First, and this is absolutely essential, the company needs four new board members: Greg Goff (proven value creator in the oil and gas industry), Kaisa Hietala (same and also proven value creator in oil and gas transition), Anders Runevad (deep understanding of impact of technological change and falling costs on various forms of energy), and Alexander Karsner (decades of energy experience, regulatory experience, and expertise in new energy technologies). Commenting on these nominees, Aeisha Mastagni, a Portfolio Manager within the Sustainable Investment & Stewardship Strategies Unit at CalSTRS, which is supporting the Engine No. 1 slate, commented that, ““ExxonMobil needs directors with expertise in energy and other industries under transition to effectively position the company for the long term. These candidates have the skills necessary to address ExxonMobil’s financial underperformance, align incentives with shareholder value creation, and prepare ExxonMobil for the global energy transition. We hope to see broad support for all four candidates.”
A revived board with the requisite expertise can then work with Chairman and CEO Darren Woods to craft a long-term strategy that gradually but purposefully repositions the company to succeed in a decarbonizing world. In its Mystery Tour the company complains that Engine No. 1 has not put forth a credible plan. Obviously, for it to do so would require information from inside the company.
The long-term strategy must include a long-term commitment to a coherent returns-focused strategy, something the company has consistently proven it is unable to do. With the right board, only the capital expenditures which make economic sense would be approved. Here the company would benefit from reading “Energy Transformations: Technology, Policy, Capital and the Murky Future of Oil and Gas” which Victor wrote in collaboration with Engine No. 1.
Finally, the proper incentive structure needs to be put in place which rewards management for creating shareholder value and not rewarding them for destroying it.

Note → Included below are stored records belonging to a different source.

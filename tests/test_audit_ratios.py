"""A ratio (OR, HR, RR) against its own interval: the ratio at the interval's centre on the log scale, and its p the one the
interval gives (Altman & Bland, 2011, BMJ 343:d2090, "How to obtain the P value from a confidence interval"), on published
tables and sentences (each cited) and on registry data; and the typings of an interval's limits this needs ("1.277~1.384",
"1.043−3.013")."""

from __future__ import annotations

import math

import numpy as np
from scipy import stats
from scipy.stats.contingency import odds_ratio

from statsetter.audit.report import audit_file


def _table(caption: str, heads: list[str], rows: list[list[str]], note: str = "") -> str:
    lines = [caption, "", "| " + " | ".join(heads) + " |", "|" + "---|" * len(heads)]
    return "\n".join(lines + ["| " + " | ".join(r) + " |" for r in rows]) + "\n" + (f"\n{note}\n" if note else "")


def _audit(tmp_path, text: str, name: str = "t.md"):  # type: ignore[no-untyped-def]
    path = tmp_path / name
    path.write_text(text, encoding="utf-8")
    return audit_file(path)


# PMC7940880 (a Korean national cohort of SARS-CoV-2 tests), Table 3, "Association between potential risk factors and
# SARS-CoV-2 infection": multivariate logistic odds ratios with their 95% CIs and P values, as published
_PMC7940880 = [["Female", "1.30 (1.24–1.37)", "<0.0001"], ["Age >65 years", "1.01 (0.93–1.09)", "0.8676"],
               ["Daegu and Gyeonsangbuk-do province", "6.87 (6.55–7.21)", "<0.0001"], ["Medical Aid beneficiaries", "1.99 (1.82–2.18)", "<0.0001"],
               ["1", "0.79 (0.74–0.84)", "<0.0001"], ["2", "0.70 (0.65–0.76)", "<0.0001"], ["≥3", "0.61 (0.56–0.67)", "<0.0001"],
               ["Essential hypertension", "0.98 (0.92–1.05)", "0.6005"], ["DM", "1.15 (1.01–1.24)", "0.0002"],
               ["Asthma", "0.86 (0.81–0.92)", "<0.0001"], ["COPD", "0.56 (0.49–0.65)", "<0.0001"], ["IHD", "0.77 (0.70–0.85)", "<0.0001"],
               ["CHF", "0.72 (0.63–0.81)", "<0.0001"], ["Cancer", "0.60 (0.53–0.67)", "<0.0001"], ["Liver cirrhosis", "0.53 (0.43–0.65)", "<0.0001"],
               ["ESRD with dialysis", "0.18 (0.11–0.29)", "<0.0001"], ["IBD", "0.51 (0.33–0.80)", "0.0028"]]

# J Geriatr Cardiol 2021;18(1):75–82 (PMC7868910), Table 3, "Crude odds ratios (CORs) and adjusted odds ratios (AORs) of
# rick factors associated with hypertension": rows as published, the limits set off by a minus sign (U+2212) as the page
# prints them, the marks' note as published ("***P < 0.01, ** < 0.05, * < 0.1": a list whose later marks leave the P out)
_PMC7868910 = [["55−59", "1.773", "1.043−3.013", "**", "1.535", "0.803−2.936", ""], ["60−64", "1.902", "1.112−3.253", "**", "1.223", "0.598−2.501", ""],
               ["65−69", "2.821", "1.541−3.253", "***", "2.298", "1.051−5.020", "**"], ["70−74", "1.577", "0.846−2.937", "", "0.659", "0.270−1.608", ""],
               ["75−79", "1.864", "0.870−3.992", "", "1.219", "0.472−3.149", ""], ["80+", "3.259", "1.584−6.703", "***", "1.712", "0.660−4.440", ""],
               ["Poor Health", "4.319", "2.326−8.020", "**", "4.223", "1.672−10.66", "**"], ["Overweight", "10.513", "5.419−20.39", "***", "17.269", "7.730−38.58", "***"],
               ["No", "0.483", "0.341−0.684", "***", "0.637", "0.409−0.990", "*"]]


def test_a_ratio_its_interval_is_not_made_around_is_found_in_published_tables(tmp_path):
    """A ratio whose interval is not centred on it on the log scale (a Wald interval is exp(ln OR ± 1.96·SE)) had been
    held only to lie inside it. PMC7940880's DM row, 1.15 (1.01–1.24) beside P = 0.0002 (the interval centres on 1.12 —
    1.114 to 1.124 with its printed digits — and gives p ≈ .007), and PMC7868910's 65–69 row, 2.821 (1.541−3.253) (the
    upper limit is the row above's; the interval centres on 2.24), are found; the tables' other 16 and 17 ratios are not."""
    entries = _audit(tmp_path, _table("Table 3. Association between potential risk factors and SARS-CoV-2 infection.",
                                      ["Variable", "OR (95% CI)", "P value"], _PMC7940880))
    assert len(entries) == 17
    assert [(e.found, e.codes) for e in entries if e.codes] == [("OR = 1.15, 95% CI [1.01, 1.24], p = 0.0002", ["ratio-does-not-fit"])]
    assert "not at the centre" in entries[8].message and "centre on the log scale 1.119" in entries[8].message
    entries = _audit(tmp_path, _table("Table 3. Crude odds ratios (CORs) and adjusted odds ratios (AORs) of rick factors associated with hypertension.",
                                      ["Variable", "COR", "95% CI", "P-value", "AOR", "95% CI", "P-value"], _PMC7868910,
                                      "***P < 0.01, ** < 0.05, * < 0.1; #Reference Category."))
    assert len(entries) == 18 and {e.found.split(" =")[0] for e in entries} == {"COR", "AOR"}  # (the heads had gone unread)
    assert [(e.found, e.codes) for e in entries if e.codes] == [("COR = 2.821, 95% CI [1.541, 3.253], p < 0.01", ["ratio-does-not-fit"])]
    assert entries[0].found == "COR = 1.773, 95% CI [1.043, 3.013], p < 0.05"  # ("**", defined without its P after "***P < 0.01")
    assert "AOR = 0.637, 95% CI [0.409, 0.990], p < 0.1" in [e.found for e in entries]
    restyled = {e.found.split(",")[0]: e.suggestion.split(",")[0] for e in audit_file(tmp_path / "t.md", suggest_all=True)}
    assert restyled["COR = 1.773"] == "OR = 1.77" and restyled["AOR = 1.535"] == "aOR = 1.54"  # (the adjusted ratio keeps its name)


# Sci Rep 2022 (PMC8885688), Table 2, "Univariate and multivariate logistic regression of factors associated with preterm
# birth" (a national birth cohort: narrow intervals), rows as published
_PMC8885688 = [["25 < Age ≤ 30", "0.90", "0.89–0.91", "0.87", "0.86–0.88"], ["30 < Age ≤ 35", "0.96", "0.95–0.97", "0.90", "0.88–0.91"],
               ["Age > 35", "1.11", "1.09–1.13", "1.01", "0.99–1.02"], ["< NT$20,000", "0.96", "0.95–0.97", "0.96", "0.95–0.98"],
               ["NT$20,000–$40,000", "0.98", "0.97–0.99", "1.00", "0.98–1.01"], ["> NT$40,000", "1.13", "1.11–1.14", "1.13", "1.11–1.15"],
               ["Multifetal pregnancy", "9.46", "9.15–9.77", "9.03", "8.73–9.33"], ["Placental abnormality", "1.77", "1.75–1.79", "1.72", "1.70–1.74"],
               ["Vaginal infection", "1.06", "1.05–1.08", "1.00", "0.98–1.01"], ["Autoimmune disease", "1.35", "1.32–1.39", "1.29", "1.25–1.32"],
               ["Hypertension complicating pregnancy", "3.36", "3.29–3.43", "3.16", "3.09–3.23"], ["Mild PD", "1.08", "1.07–1.09", "1.05", "1.04–1.06"]]

# Ann Med Surg 2020;60:680–685 (PMC7723764), Table 4, Cox models of overall survival (n = 165,465), crude and adjusted
# hazard ratios as published
_PMC7723764 = [["Male", "1.23 (1.22,1.25)", "<0.001", "1.17 (1.14,1.19)", "<0.001"], ["Black", "1.12 (1.10,1.15)", "<0.001", "0.98 (0.95,1.02)", "0.314"],
               ["NA", "1.39 (1.04,1.85)", "0.024", "1.17 (0.92,1.50)", "0.196"], ["Asian", "0.88 (0.80,0.97)", "0.012", "0.87 (0.79,0.97)", "0.010"],
               ["PI", "0.83 (0.59,1.16)", "0.268", "0.75 (0.50,1.12)", "0.162"], ["AIP", "0.86 (0.70,1.06)", "0.168", "0.97 (0.80,1.17)", "0.727"],
               ["Other", "0.95 (0.84,1.07)", "0.386", "0.94 (0.83,1.07)", "0.342"], ["Yes", "0.99 (0.96,1.01)", "0.205", "0.94 (0.89,0.99)", "0.015"],
               ["Middle-Low", "0.90 (0.89,0.92)", "<0.001", "0.96 (0.93,0.98)", "0.001"], ["Middle-High", "0.84 (0.82,0.85)", "<0.001", "0.92 (0.89,0.94)", "<0.001"],
               ["Highest", "0.77 (0.76,0.79)", "<0.001", "0.88 (0.84,0.91)", "<0.001"]]


def test_published_ratio_tables_that_fit_are_left_alone(tmp_path):
    """Two published tables whose every ratio fits its interval and p (narrow intervals printed to two decimals, where
    rounding moves the centre most): no finding. A p moved to another row (ours) is found by the p the interval gives,
    where the interval and p still agree about the null."""
    entries = _audit(tmp_path, _table("Table 2. Univariate and multivariate logistic regression of factors associated with preterm birth.",
                                      ["Variable", "OR", "95% CI", "OR", "95% CI"], _PMC8885688))
    assert len(entries) == 24 and not any(e.codes for e in entries)
    heads = ["Prognostic factors", "HR (95%CI)", "P value", "aHR (95%CI)", "P value"]
    caption = "Table 4. Cox Regression Models for Overall Survival Clustered Hospital, n = 165,465."
    entries = _audit(tmp_path, _table(caption, heads, _PMC7723764))
    assert len(entries) == 22 and not any(e.codes for e in entries)
    rows = [r[:] for r in _PMC7723764]
    rows[0][2] = "0.024"  # (ours: the NA row's p beside the men's HR, 1.23 (1.22, 1.25), whose interval gives z ≈ 30)
    (bad,) = [e for e in _audit(tmp_path, _table(caption, heads, rows)) if e.codes]
    assert bad.codes == ["ratio-does-not-fit"] and bad.found == "HR = 1.23, 95% CI [1.22, 1.25], p = 0.024" and "Altman & Bland" in bad.message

This would include consistent metrics with disclosed preset weightings and targets, with more cost management and balance sheet-focused metrics; measuring value creation not just by reference to the oil and gas industry but to the overall market; and metrics tied to the energy transition. Examples include BP (40% weight), Shell (20%), and Total (25%).
In addition to CalSTRS, other major investors are coming out in favor of Engine No. 1’s slate of directors and plan, including CalPERS, the Church of England pension fund, and the New York State Common Retirement Fund. Anne Simpson, Managing Investment Director of Board Governance & Sustainability at CalPERS, and the investor representing Climate Action 100+ in its engagement with ExxonMobil stated that, ““Investors need climate competent boards to oversee the complex and vital task of developing credible strategies for managing the risks and opportunities of climate change. That can’t wait. As fiduciaries we need to ensure boards are equipped with the talent, skills and experience to get the job done.”
Engine No. 1’s campaign is a watershed moment in the needed energy transition. It has targeted exactly the right company to make the point. This is a moment of truth for all the asset owners and asset managers who have pledged their commitment to a net-zero world, as well as for the proxy voting firms, Glass Lewis and ISS.
Investors will vote their shares at the May 26 shareholder meeting. They have a choice to make. They can roll up, roll up with the company on its Magical Mystery tour. It will take them away to a place where they don’t want to be. More shareholder value destruction and more carbon poisoning our world.
Or they can vote for the Engine No. 1 slate. And, again, they need to vote for the entire slate in order for the board to have the critical mass it needs to put a new strategy in place. I am hoping that ExxonMobil’s shareholders will make the right decision. It’s a decision that matters to all of us.